Items from a dataset
══════════════════════════════

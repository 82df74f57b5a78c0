! derive generated kernel: Q9 selective plane-stress
!
! Caution: derive is a verification aid, not a design check. Defer to the governing local
! codes and to licensed engineering practice before relying on any result.
!
! element      Q9, 9 nodes, 18 DOFs interleaved u1, v1, u2, v2, ...
! formulation  selective integration: volumetric part of D with the reduced rule [Doherty, Wilson
!              & Taylor (1969); Hughes (1987) Sec. 4.4]
! integration  B^T D_dev B: gauss-3x3 (9 points); B^T D_vol B (reduced rule): gauss-2x2 (4 points)
! flops        stiffness 9659, validity 408, recovery 1403 per element (add, mul, div, sqrt)
!
! arguments (units-agnostic; any consistent set of units):
!   xy      nodal coordinates, shape (n, 9, 2), C order: xy[e, i, 0] = x and xy[e, i, 1] = y of
!           node i+1 (counter-clockwise corners first, then mid-side, then interior)
!   E       Young's modulus (> 0), scalar
!   nu      Poisson's ratio (-1 < nu <= 0.5), scalar
!   t       thickness t (the out-of-plane thickness)
!   u       nodal displacements for recovery, shape (n, 18), interleaved u1, v1, u2, v2, ...
!   K       stiffness, shape (n, 18, 18), DOFs interleaved u1, v1, u2, v2, ...; symmetric
!   detJ_min validity: min det J over the points of gauss-3x3, shape (n,); <= 0 means an inverted
!            or degenerate element
!   strain  recovery: strain at the 9 points of gauss-3x3, shape (n, 9, 3), Voigt [eps_xx, eps_yy,
!           gamma_xy] (engineering shear)
!   stress  recovery: stress D strain at the same points, shape (n, 9, 3), [sigma_xx, sigma_yy,
!           tau_xy]
!
! The kernels do not check their inputs; derive.kernel() checks shapes, finite
! coordinates and E, nu before calling them.  Screen meshes with the validity kernel.
! generator    derive.codegen 1.0; regenerate with
!              derive kernel Q9 --variant selective --state plane-stress --lang fortran
!
! Fortran 2008.  Compile e.g. with: gfortran -O3 -march=native -c q9_selective_plane_stress.f90
! (on x86 add -mprefer-vector-width=512 for the batch routine's lane loop, and
! -fno-tree-slp-vectorize: same speed, much shorter compile times).
! Every procedure is bind(C) (callable from C or Python through ctypes/cffi); the link
! names end in _f so they never clash with the C kernels of the same element.
! Array layout: Fortran column-major xy(2, 9, n) is the same memory as C xy[n][9][2];
! K(ndof, ndof, n) is symmetric, so both orders agree; strain(nstrain, npoints, n).
module derive_q9_selective_plane_stress
  use, intrinsic :: iso_c_binding, only: c_double, c_long
  implicit none
  private
  integer, parameter :: dp = c_double
  public :: q9_selective_plane_stress_stiffness, q9_selective_plane_stress_stiffness_batch, &
            q9_selective_plane_stress_validity, q9_selective_plane_stress_recovery
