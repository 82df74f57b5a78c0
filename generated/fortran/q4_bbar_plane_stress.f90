! derive generated kernel: Q4 bbar plane-stress
!
! Caution: derive is a verification aid, not a design check. Defer to the governing local
! codes and to licensed engineering practice before relying on any result.
!
! element      Q4, 4 nodes, 8 DOFs interleaved u1, v1, u2, v2, ...
! formulation  B-bar, dilatation projected on a constant pressure (mean dilatation): K_dev + kappa
!              g^T M_p^-1 g [Hughes (1980); Nagtegaal, Parks & Rice (1974)]
! integration  B^T D_dev B: gauss-2x2 (4 points); B^T m pi (g): gauss-2x2 (4 points); -pi^T pi /
!              kappa (-M_p / kappa): gauss-2x2 (4 points)
! internal     1 internal unknowns condensed inside the kernel: K = K_uu - K_ua K_aa^-1 K_ua^T
!              (unrolled factorisation of K_aa, no pivoting)
! flops        stiffness 1144, validity 142, recovery 807 per element (add, mul, div, sqrt)
!
! arguments (units-agnostic; any consistent set of units):
!   xy      nodal coordinates, shape (n, 4, 2), C order: xy[e, i, 0] = x and xy[e, i, 1] = y of
!           node i+1 (counter-clockwise corners first, then mid-side, then interior)
!   E       Young's modulus (> 0), scalar
!   nu      Poisson's ratio (-1 < nu <= 0.5), scalar
!   t       thickness t (the out-of-plane thickness)
!   u       nodal displacements for recovery, shape (n, 8), interleaved u1, v1, u2, v2, ...
!   K       stiffness, shape (n, 8, 8), DOFs interleaved u1, v1, u2, v2, ...; symmetric; the 1
!           internal unknowns are condensed
!   detJ_min validity: min det J over the points of gauss-2x2, shape (n,); <= 0 means an inverted
!            or degenerate element
!   strain  recovery: strain at the 4 points of gauss-2x2, shape (n, 4, 3), Voigt [eps_xx, eps_yy,
!           gamma_xy] (engineering shear)
!   stress  recovery: stress D strain at the same points, shape (n, 4, 3), [sigma_xx, sigma_yy,
!           tau_xy]
!
! The kernels do not check their inputs; derive.kernel() checks shapes, finite
! coordinates and E, nu before calling them.  Screen meshes with the validity kernel.
! generator    derive.codegen 1.0; regenerate with
!              derive kernel Q4 --variant bbar --state plane-stress --lang fortran
!
! Fortran 2008.  Compile e.g. with: gfortran -O3 -march=native -c q4_bbar_plane_stress.f90
! (on x86 add -mprefer-vector-width=512 for the batch routine's lane loop, and
! -fno-tree-slp-vectorize: same speed, much shorter compile times).
! Every procedure is bind(C) (callable from C or Python through ctypes/cffi); the link
! names end in _f so they never clash with the C kernels of the same element.
! Array layout: Fortran column-major xy(2, 4, n) is the same memory as C xy[n][4][2];
! K(ndof, ndof, n) is symmetric, so both orders agree; strain(nstrain, npoints, n).
module derive_q4_bbar_plane_stress
  use, intrinsic :: iso_c_binding, only: c_double, c_long
  implicit none
  private
  integer, parameter :: dp = c_double
  public :: q4_bbar_plane_stress_stiffness, q4_bbar_plane_stress_stiffness_batch, &
            q4_bbar_plane_stress_validity, q4_bbar_plane_stress_recovery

══════════════════════════════

__PROBLEM DETAILS__. So that nothing is lost, please reproduce each entry exactly as written.

__TASK RESULT__.
repository 82df74f57b5a78c0
! derive generated kernel: Q9 selective plane-stress
!
! Caution: derive is a verification aid, not a design check. Defer to the governing local
! codes and to licensed engineering practice before relying on any result.
!
! element      Q9, 9 nodes, 18 DOFs interleaved u1, v1, u2, v2, ...
! formulation  selective integration: volumetric part of D with the reduced rule [Doherty, Wilson
!              & Taylor (1969); Hughes (1987) Sec. 4.4]
! integration  B^T D_dev B: gauss-3x3 (9 points); B^T D_vol B (reduced rule): gauss-2x2 (4 points)
! flops        stiffness 9659, validity 408, recovery 1403 per element (add, mul, div, sqrt)
!
! arguments (units-agnostic; any consistent set of units):
!   xy      nodal coordinates, shape (n, 9, 2), C order: xy[e, i, 0] = x and xy[e, i, 1] = y of
!           node i+1 (counter-clockwise corners first, then mid-side, then interior)
!   E       Young's modulus (> 0), scalar
!   nu      Poisson's ratio (-1 < nu <= 0.5), scalar
!   t       thickness t (the out-of-plane thickness)
!   u       nodal displacements for recovery, shape (n, 18), interleaved u1, v1, u2, v2, ...
!   K       stiffness, shape (n, 18, 18), DOFs interleaved u1, v1, u2, v2, ...; symmetric
!   detJ_min validity: min det J over the points of gauss-3x3, shape (n,); <= 0 means an inverted
!            or degenerate element
!   strain  recovery: strain at the 9 points of gauss-3x3, shape (n, 9, 3), Voigt [eps_xx, eps_yy,
!           gamma_xy] (engineering shear)
!   stress  recovery: stress D strain at the same points, shape (n, 9, 3), [sigma_xx, sigma_yy,
!           tau_xy]
!
! The kernels do not check their inputs; derive.kernel() checks shapes, finite
! coordinates and E, nu before calling them.  Screen meshes with the validity kernel.
! generator    derive.codegen 1.0; regenerate with
!              derive kernel Q9 --variant selective --state plane-stress --lang fortran
!
! Fortran 2008.  Compile e.g. with: gfortran -O3 -march=native -c q9_selective_plane_stress.f90
! (on x86 add -mprefer-vector-width=512 for the batch routine's lane loop, and
! -fno-tree-slp-vectorize: same speed, much shorter compile times).
! Every procedure is bind(C) (callable from C or Python through ctypes/cffi); the link
! names end in _f so they never clash with the C kernels of the same element.
! Array layout: Fortran column-major xy(2, 9, n) is the same memory as C xy[n][9][2];
! K(ndof, ndof, n) is symmetric, so both orders agree; strain(nstrain, npoints, n).
module derive_q9_selective_plane_stress
  use, intrinsic :: iso_c_binding, only: c_double, c_long
  implicit none
  private
  integer, parameter :: dp = c_double
  public :: q9_selective_plane_stress_stiffness, q9_selective_plane_stress_stiffness_batch, &
            q9_selective_plane_stress_validity, q9_selective_plane_stress_recovery
repository 82df74f57b5a78c0
filename generated/fortran/q4_bbar_plane_stress.f90
! derive generated kernel: Q4 bbar plane-stress
!
! Caution: derive is a verification aid, not a design check. Defer to the governing local
! codes and to licensed engineering practice before relying on any result.
!
! element      Q4, 4 nodes, 8 DOFs interleaved u1, v1, u2, v2, ...
! formulation  B-bar, dilatation projected on a constant pressure (mean dilatation): K_dev + kappa
!              g^T M_p^-1 g [Hughes (1980); Nagtegaal, Parks & Rice (1974)]
! integration  B^T D_dev B: gauss-2x2 (4 points); B^T m pi (g): gauss-2x2 (4 points); -pi^T pi /
!              kappa (-M_p / kappa): gauss-2x2 (4 points)
! internal     1 internal unknowns condensed inside the kernel: K = K_uu - K_ua K_aa^-1 K_ua^T
!              (unrolled factorisation of K_aa, no pivoting)
! flops        stiffness 1144, validity 142, recovery 807 per element (add, mul, div, sqrt)
!
! arguments (units-agnostic; any consistent set of units):
!   xy      nodal coordinates, shape (n, 4, 2), C order: xy[e, i, 0] = x and xy[e, i, 1] = y of
!           node i+1 (counter-clockwise corners first, then mid-side, then interior)
!   E       Young's modulus (> 0), scalar
!   nu      Poisson's ratio (-1 < nu <= 0.5), scalar
!   t       thickness t (the out-of-plane thickness)
!   u       nodal displacements for recovery, shape (n, 8), interleaved u1, v1, u2, v2, ...
!   K       stiffness, shape (n, 8, 8), DOFs interleaved u1, v1, u2, v2, ...; symmetric; the 1
!           internal unknowns are condensed
!   detJ_min validity: min det J over the points of gauss-2x2, shape (n,); <= 0 means an inverted
!            or degenerate element
!   strain  recovery: strain at the 4 points of gauss-2x2, shape (n, 4, 3), Voigt [eps_xx, eps_yy,
!           gamma_xy] (engineering shear)
!   stress  recovery: stress D strain at the same points, shape (n, 4, 3), [sigma_xx, sigma_yy,
!           tau_xy]
!
! The kernels do not check their inputs; derive.kernel() checks shapes, finite
! coordinates and E, nu before calling them.  Screen meshes with the validity kernel.
! generator    derive.codegen 1.0; regenerate with
!              derive kernel Q4 --variant bbar --state plane-stress --lang fortran
!
! Fortran 2008.  Compile e.g. with: gfortran -O3 -march=native -c q4_bbar_plane_stress.f90
! (on x86 add -mprefer-vector-width=512 for the batch routine's lane loop, and
! -fno-tree-slp-vectorize: same speed, much shorter compile times).
! Every procedure is bind(C) (callable from C or Python through ctypes/cffi); the link
! names end in _f so they never clash with the C kernels of the same element.
! Array layout: Fortran column-major xy(2, 4, n) is the same memory as C xy[n][4][2];
! K(ndof, ndof, n) is symmetric, so both orders agree; strain(nstrain, npoints, n).
module derive_q4_bbar_plane_stress
  use, intrinsic :: iso_c_binding, only: c_double, c_long
  implicit none
  private
  integer, parameter :: dp = c_double
  public :: q4_bbar_plane_stress_stiffness, q4_bbar_plane_stress_stiffness_batch, &
            q4_bbar_plane_stress_validity, q4_bbar_plane_stress_recovery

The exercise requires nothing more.